--- Extracted information ---

'use client';

import { useRouter } from 'next/navigation';
import { useState } from 'react';
import { degrees, typedNumber } from '@/components/batch/figures';
import { Box } from '@/components/ui/Box';
import { Button } from '@/components/ui/Button';
import { Field, Select, TextField } from '@/components/ui/Field';
import { How } from '@/components/ui/How';
import { useMoney } from '@/components/ui/money';
import { FormError } from '@/components/ui/Notice';
import { ClientError } from '@/lib/client/fetcher';
import { bottleBatch, usePlaces } from '@/lib/client/lots';
import { focusFirstError } from '@/lib/client/focus';
import type { BenchFacts, BenchForm } from '@/lib/contracts/bench';
import type { BenchRequest, BenchSafe, BenchVerdict } from '@/lib/core/bottling/bench';
import { BOTTLES } from '@/lib/core/bottling/bottles';
import { howOfAbvAdded, howOfDrops, USUAL_DROP_G } from '@/lib/core/bottling/priming';
import { REASON_MIN_LETTERS } from '@/lib/core/bottling/verdict';
import { sizeWords } from './words';

/** What goes in; only a safe bench has it. */
function Dose({ verdict, request }: { verdict: BenchSafe; request: BenchRequest }) {
  const { dose, plan } = verdict;
  if (dose.way === 'none') return <p className="type-fig-lg">no sugar</p>;
  if (dose.way === 'drops') {
    const grams = request.priming.way === 'drops' ? request.priming.gramsEach : USUAL_DROP_G;
    return (
      <>
        <p className="type-fig-lg">{dose.totalDrops} drops</p>
        <p className="type-label text-ink2">{plan.filled.map((filled) => `${dose.drops[filled.key] ?? 0} in each ${sizeWords(filled.sizeMl)}`).join(', ')}</p>
        <How of="Drops in all" how={howOfDrops(grams, dose.totalDrops)} />
      </>
    );
  }
  return (
    <>
      <p className="type-fig-lg">{dose.totalG >= 10 ? dose.totalG.toFixed(0) : dose.totalG.toFixed(1)} g</p>
      <p className="type-label text-ink2">
        {dose.sugar.name}, {dose.gPerL.toFixed(1)} g/L
        {verdict.abvAddedPercent >= 0.05 && `, adds up to ${verdict.abvAddedPercent.toFixed(1)} % vol`}
      </p>
      <How of="Sugar in all" how={dose.how} />
      {verdict.abvAddedPercent >= 0.05 && <How named of="what it adds" how={howOfAbvAdded(dose.sugar, verdict.abvAddedPercent)} />}
    </>
  );
}

interface BottleItProps {
  facts: BenchFacts;
  form: BenchForm | null;
  /** The same as the core takes it. */
  request: BenchRequest | null;
  verdict: BenchVerdict | null;
  mayBottle: boolean;
  mayOverride: boolean;
  onBottled: () => void;
}

/** The dose, and the act. Stopped: no dose, the button held back, and for a brewer the written reason. */
export function BottleIt({ facts, form, request, verdict, mayBottle, mayOverride, onBottled }: BottleItProps) {
  const router = useRouter();
  const { places } = usePlaces();
  const { currency } = useMoney();
  const [open, setOpen] = useState(false);
  const [code, setCode] = useState(facts.suggested_code);
  const [name, setName] = useState(facts.batch.name);
  const [place, setPlace] = useState('');
  const [cost, setCost] = useState('');
  const [ends, setEnds] = useState(true);
  const [reason, setReason] = useState('');
  const [errors, setErrors] = useState<Record<string, string[]>>({});
  const [failed, setFailed] = useState<string | null>(null);
  const [sending, setSending] = useState(false);
  const stopped = verdict?.verdict === 'stop';
  const overridable = verdict?.verdict === 'stop' && verdict.problems.every((problem) => problem.overridable);
  const mayGo = verdict !== null && (!stopped || (overridable && mayOverride));
  const letters = (reason.match(/\p{L}/gu) ?? []).length;

  async function send() {
    if (!form) return;
    const other = typedNumber(cost);
    if (stopped && letters < REASON_MIN_LETTERS) {
      setErrors({ override_reason: [`write why, in at least ${REASON_MIN_LETTERS} letters: it stays on the lot`] });
      return focusFirstError();
    }
    if (Number.isNaN(other)) {
      setErrors({ other_cost: ['must be a number'] });
      return focusFirstError();
    }
    setSending(true);
    setErrors({});
    setFailed(null);
    try {
      const lot = await bottleBatch(facts.batch.id, { ...form, at: new Date().toISOString(), code: code.trim() || null, name: name.trim() || null, place_id: place || null, ends_batch: ends, other_cost: other, override_reason: stopped ? reason.trim() : null });
      onBottled();
      router.push(`/book/${lot.id}`);
    } catch (error) {
      setSending(false);
      const told = error instanceof ClientError ? error : null;
      setErrors(told?.fields ?? {});
      setFailed(told?.message ?? 'It was not bottled. Try again.');
      focusFirstError();
    }
  }

  return (
    <section aria-label="Bottle it" className="border-t-[1.5px] border-ink py-4">
      <div className="flex items-end justify-between gap-4">
        <div className="min-w-0">
          <p className="type-label text-ink2">sugar in all</p>
          {verdict?.verdict === 'safe' && request ? (
            <Dose verdict={verdict} request={request} />
          ) : (
            <>
              <p className="type-fig-lg">held back</p>
              <p className="type-label text-ink2">{stopped ? 'no dose is shown while stopped' : 'fill in the bench first'}</p>
            </>
          )}
        </div>
        {mayBottle && !open && (
          <Button look={verdict?.verdict === 'safe' ? 'first' : 'held'} disabled={verdict?.verdict !== 'safe'} size="tall" onClick={() => setOpen(true)}>
            Bottle it
          </Button>
        )}
      </div>
      {mayBottle && stopped && !open && mayOverride && overridable && (
        <button type="button" className="type-label mt-3 min-h-11 text-left text-ink2 underline underline-offset-4" onClick={() => setOpen(true)}>
          Put the stop aside, with a written reason
        </button>
      )}
      {verdict?.verdict === 'stop' && !overridable && <p className="type-reason pt-2 text-ink2">No reason puts this stop aside.</p>}
      {!mayBottle && <p className="type-reason pt-2 text-ink2">Bottling is for brewers. You can try the bench; nothing is filled from here.</p>}
      {open && mayGo && (
        <div className="mt-3 flex flex-col gap-3 border-t pt-3">
          {stopped && (
            <>
              <p className="type-body border-l-[3px] border-madder pl-3">
                Glass may burst. {verdict.problems.map((problem) => problem.sentence).join(' ')} The stop, your name and your reason stay on the lot.
              </p>
              <TextField label="why it is filled all the same" value={reason} error={errors.override_reason?.[0]} onChange={(event) => setReason(event.target.value)} />
            </>
          )}
          <div className="grid grid-cols-2 gap-3">
            <Field label="code on the lot" value={code} error={errors.code?.[0]} onChange={(event) => setCode(event.target.value)} />
            <Field label="bottles, caps, sugar cost" unit={currency} placeholder="not told" inputMode="decimal" value={cost} error={errors.other_cost?.[0]} onChange={(event) => setCost(event.target.value)} />
          </div>
          <Field label="name" value={name} error={errors.name?.[0]} onChange={(event) => setName(event.target.value)} />
          <Select label="they will stand" value={place} error={errors.place_id?.[0]} onChange={(event) => setPlace(event.target.value)}>
            <option value="">no place named</option>
            {(places ?? []).map((one) => (
              <option key={one.id} value={one.id}>
                {one.name}
                {one.temperature_c === null ? '' : `, up to ${degrees(one.temperature_c)}`}
                {one.capacity === null ? '' : `, room for ${Math.max(0, one.capacity - one.bottles)}`}
              </option>
            ))}
          </Select>
          <Box ticked={ends} onTick={setEnds}>
            <span className="type-body">The vessel is empty then; the batch ends.</span>
          </Box>
          {failed && <FormError>{failed}</FormError>}
          <div className="flex flex-wrap justify-end gap-2">
            <Button look="quiet" onClick={() => setOpen(false)}>
              Not now
            </Button>
            <Button look={stopped ? 'final' : 'first'} disabled={sending || !form} onClick={() => void send()}>
              {stopped ? 'Fill against the stop' : `Bottled: ${verdict?.plan.bottles} filled`}
            </Button>
          </div>
        </div>
      )}
      {verdict && verdict.bottles.some((bottle) => bottle.holds.rating !== 'never' && !bottle.holds.confirmed) && (
        <p className="type-reason pt-3 text-ink2">
          Not confirmed: {verdict.bottles.filter((bottle) => !bottle.holds.confirmed).map((bottle) => BOTTLES[bottle.choice.kind].name).join(', ')}. Read what the maker says and write it in; a reused or scratched bottle holds less.
        </p>
      )}
    </section>
  );
}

---

### Exercise description
Only lines holding the word "usePlaces" are wanted, so copy each of them from the records above.

### Answer space
import { bottleBatch, usePlaces } from '@/lib/client/lots';
  const { places } = usePlaces();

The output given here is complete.